Die Vibe-Creating-Methode für Seedance-Prompts auf OmniArt: Vier-Schichten-Struktur, wann Sie dem Modell vertrauen sollten, und Vorher-Nachher-Beispiele.

OmniArt-Team
Seedance-Prompts schreiben: die Vibe-Creating-Methode

Die meisten Menschen schreiben Seedance-Prompts so, wie man einen Kameraprotokoll verfassen würde: Brennweiten, Rig-Bewegungen, Shotnummern, Farbtemperaturen. Das wirkt präzise, erzeugt aber häufig steifes, überkontrolliertes Videomaterial. Das Seedance-Team propagiert einen anderen Ansatz, den sie Vibe Creating nennen — und die Kernidee ist kontraintuitiv: Ein leistungsfähiges Modell braucht Ihre Absicht, keine Mikrosteuerung der Ausführung.

Diese Anleitung erklärt die Vibe-Creating-Methode so, dass Sie sie bei Ihrer nächsten Generierung anwenden können. Sie lernen die Vier-Schichten-Prompt-Struktur kennen, verstehen, warum „dem Modell vertrauen" besser ist als Anweisungen zu stapeln, erfahren, welche Kamerasprache Sie streichen und welche Sie behalten sollten, und wo präzise Kontrolle noch sinnvoll ist. Seedance 2.0 (Standard und Fast) ist auf OmniArt neben anderen Videomodellen verfügbar, sodass Sie jede Idee direkt beim Lesen ausprobieren können.
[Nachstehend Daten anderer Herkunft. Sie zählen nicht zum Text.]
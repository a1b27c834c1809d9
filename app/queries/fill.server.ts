import { type Actor, can } from '~/access/can';
import type { RunState } from '~/fill/store';
import { requireRun } from './round-access.server';
import { loadRunState } from './run-state.server';

/** Everything that the live screen starts from. */
export interface FillPage {
  run: RunState;
  mayTap: boolean;
  /** Of the coach: its log and so the fill's review. */
  maySeeLog: boolean;
}

/**
 * A fill with its log.
 * @throws Refusal `fill-not-found` to those who may not see the coach
 */
export async function loadFill(actor: Actor, fillId: string): Promise<FillPage> {
  const run = await requireRun(actor, 'fill:see', fillId);
  const coach = { id: run.coachId, roundOpen: true };
  return {
    run: await loadRunState(actor, run),
    mayTap: can(actor, 'fill:tap', coach),
    maySeeLog: can(actor, 'log:see', coach),
  };
}
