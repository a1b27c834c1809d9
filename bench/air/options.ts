import { parseArgs } from 'node:util';
import { type Habits, USUAL } from './habits';

/** First coach of the range that must not be used while tuning, and its name on the page. */
export const HELD_OUT_FROM = 1_000_000;
const TUNING_FROM = 0;

export interface Options {
  from: number;
  coaches: number;
  peopleCoaches: number;
  rounds: number;
  workers: number;
  habits: Habits;
  who: Who[];
  json: boolean;
  speed: boolean;
  /** The product alone under each of VARIANTS, side by side. */
  variants: boolean;
  trace: { coach: number; tire: number; who: Who } | null;
}

export const WHO = ['plain', 'expert', 'all-seeing', 'product'] as const;
export type Who = (typeof WHO)[number];

const FLAGS = {
  coaches: { type: 'string' },
  'seed-from': { type: 'string' },
  'held-out': { type: 'boolean' },
  'people-only': { type: 'boolean' },
  'product-only': { type: 'boolean' },
  quick: { type: 'boolean' },
  alone: { type: 'boolean' },
  'come-and-go': { type: 'boolean' },
  'dash-only': { type: 'boolean' },
  every: { type: 'string' },
  'no-purge': { type: 'boolean' },
  rounds: { type: 'string' },
  workers: { type: 'string' },
  json: { type: 'boolean' },
  speed: { type: 'boolean' },
  variants: { type: 'boolean' },
  trace: { type: 'string' },
  who: { type: 'string' },
} as const;

const QUICK_COACHES = 12;
const USUAL_COACHES = 100;

/** Reads the flags that the comment in main.ts lists; an unreadable value throws a RangeError. */
export function readOptions(argv: string[]): Options {
  const { values } = parseArgs({ args: argv, options: FLAGS });
  const coaches = whole('coaches', values.coaches, values.quick ? QUICK_COACHES : USUAL_COACHES);
  const who = whoOf(values);
  return {
    from: whole('seed-from', values['seed-from'], values['held-out'] ? HELD_OUT_FROM : TUNING_FROM),
    coaches,
    peopleCoaches: 2 * coaches,
    rounds: whole('rounds', values.rounds, 2),
    workers: whole('workers', values.workers, 1),
    habits: {
      ...USUAL,
      alone: values.alone ?? false,
      comeAndGo: values['come-and-go'] ?? false,
      dashOnly: values['dash-only'] ?? false,
      noPurge: values['no-purge'] ?? false,
      every: values.every === undefined ? null : whole('every', values.every, 0),
    },
    who,
    json: values.json ?? false,
    speed: values.speed ?? false,
    variants: values.variants ?? false,
    trace: traceOf(values.trace, who),
  };
}

function whoOf(values: { who?: string; 'people-only'?: boolean; 'product-only'?: boolean }): Who[] {
  if (values.who !== undefined) {
    const named = WHO.find((who) => who === values.who);
    if (!named) throw new RangeError(`who: ${values.who} is none of ${WHO.join(', ')}`);
    return [named];
  }
  if (values['product-only']) return ['product'];
  return values['people-only'] ? ['plain', 'expert', 'all-seeing'] : [...WHO];
}

function whole(name: string, text: string | undefined, otherwise: number): number {
  if (text === undefined) return otherwise;
  const value = Number(text);
  if (Number.isInteger(value) && value >= 0) return value;
  throw new RangeError(`${name}: ${text} is not a whole number of 0 or more`);
}

function traceOf(text: string | undefined, who: Who[]): Options['trace'] {
  if (text === undefined) return null;
  const [coach, tire] = text.split(':').map(Number);
  if (Number.isInteger(coach) && Number.isInteger(tire) && tire! >= 1 && tire! <= 8) {
    return { coach: coach!, tire: tire!, who: who[who.length - 1]! };
  }
  throw new RangeError(
    `trace: ${text} is not <coach>:<tire>, tire 1 to 4 and 5 to 8 a round later`,
  );
}
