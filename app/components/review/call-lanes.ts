import type { Call } from '~/air';

/** A label that wants to stand at a place along the time axis, px. */
export interface WantedLabel {
  call: Call;
  x: number;
  width: number;
}

export interface PlacedLabel {
  /** Index into the wanted labels. */
  index: number;
  /** 0 is nearest to the axis. */
  lane: number;
  /** Left edge of the text, px. */
  left: number;
}

export interface Lanes {
  count: number;
  /** The texts stay between these, px. */
  from: number;
  to: number;
}

/** Between the texts of one lane, px. */
const gap = 8;

/**
 * Those that tell the fill's story keep their words when there is no room for all. What is asked
 * all the time comes last.
 */
const importance: Record<Call, number> = {
  'chuck-on': 0,
  'chuck-off': 0,
  done: 1,
  'cannot-reach': 1,
  bleed: 1,
  check: 2,
  'lower-supply': 2,
  'gauge-tire': 2,
  'stop-lowering': 3,
  wait: 3,
  'keep-on': 4,
  'read-supply': 5,
};

/**
 * Gives labels a lane below the axis, so that no text meets another text, nor the line that leads
 * from another text up to the axis. Those that find no place are left out; the important ones
 * choose first.
 */
export function placeLabels(wanted: readonly WantedLabel[], lanes: Lanes): PlacedLabel[] {
  const order = wanted
    .map(({ call, x }, index) => ({ index, x, rank: importance[call] }))
    .sort((a, b) => a.rank - b.rank || a.x - b.x);
  const placed: (PlacedLabel & Occupied)[] = [];
  for (const { index } of order) {
    const label = wanted[index];
    const place = label && firstPlace(label, placed, lanes);
    if (place) placed.push({ index, ...place });
  }
  return moveUp(placed)
    .sort((a, b) => a.index - b.index)
    .map(({ index, lane, left }) => ({ index, lane, left }));
}

/** Closes lanes that hold nothing; what stood below another still does. */
function moveUp<Label extends { lane: number }>(labels: readonly Label[]): Label[] {
  const used = [...new Set(labels.map(({ lane }) => lane))].sort((a, b) => a - b);
  return labels.map((label) => ({ ...label, lane: used.indexOf(label.lane) }));
}

interface Occupied {
  lane: number;
  left: number;
  right: number;
  x: number;
}

function firstPlace(
  { x, width }: WantedLabel,
  placed: readonly Occupied[],
  { count, from, to }: Lanes,
): Occupied | undefined {
  // The far lanes first: a text hides the axis from what stands farther, so near ones block more.
  for (let lane = count - 1; lane >= 0; lane--) {
    for (const left of [x, x - width]) {
      const place = { lane, left, right: left + width, x };
      const fits = left >= from && left + width <= to;
      if (fits && placed.every((other) => goTogether(place, other))) return place;
    }
  }
  return undefined;
}

function goTogether(a: Occupied, b: Occupied): boolean {
  if (a.lane === b.lane) return a.right + gap <= b.left || b.right + gap <= a.left;
  const [near, far] = a.lane < b.lane ? [a, b] : [b, a];
  return far.x < near.left - gap / 2 || far.x > near.right + gap / 2;
}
Eine directed KI-Videosequenz — Beispielclip aus dem Seedance-Vibe-Creating-Handbuch von ByteDance.

Hinweis

Die Beispielclips in diesem Artikel stammen aus dem Seedance-„Vibe Creating"-Praxishandbuch von ByteDance. Sie dienen zur Veranschaulichung der Prompting-Methode — dieselben Prinzipien lassen sich auf alle directed Videomodelle auf OmniArt übertragen, nicht nur auf Seedance.

Was Vibe Creating tatsächlich bedeutet

Vibe Creating ist eine Neuverteilung der Aufgaben. Die alte Gewohnheit behandelt das Modell wie einen stumpfen Renderer, dem man jeden Parameter buchstabieren muss. Vibe Creating behandelt es wie einen fähigen Mitarbeiter: Sie übergeben das Gefühl und die Absicht und überlassen dem Modell die Auflösung der visuellen Details.

Das bedeutet nicht, grundsätzlich weniger zu schreiben, und es bedeutet auch keine vagen Prompts. Ein Prompt wie „Freiheit" oder „ein hochwertiges Gefühl" gibt dem Modell keinen Ankerpunkt. Das Ziel ist, das technische Rauschen mit geringem Mehrwert zu entfernen und die Informationen zu behalten — oder hinzuzufügen —, die einen Shot tatsächlich tragen: Wer oder was wir sehen, was passiert und wie es sich anfühlen soll.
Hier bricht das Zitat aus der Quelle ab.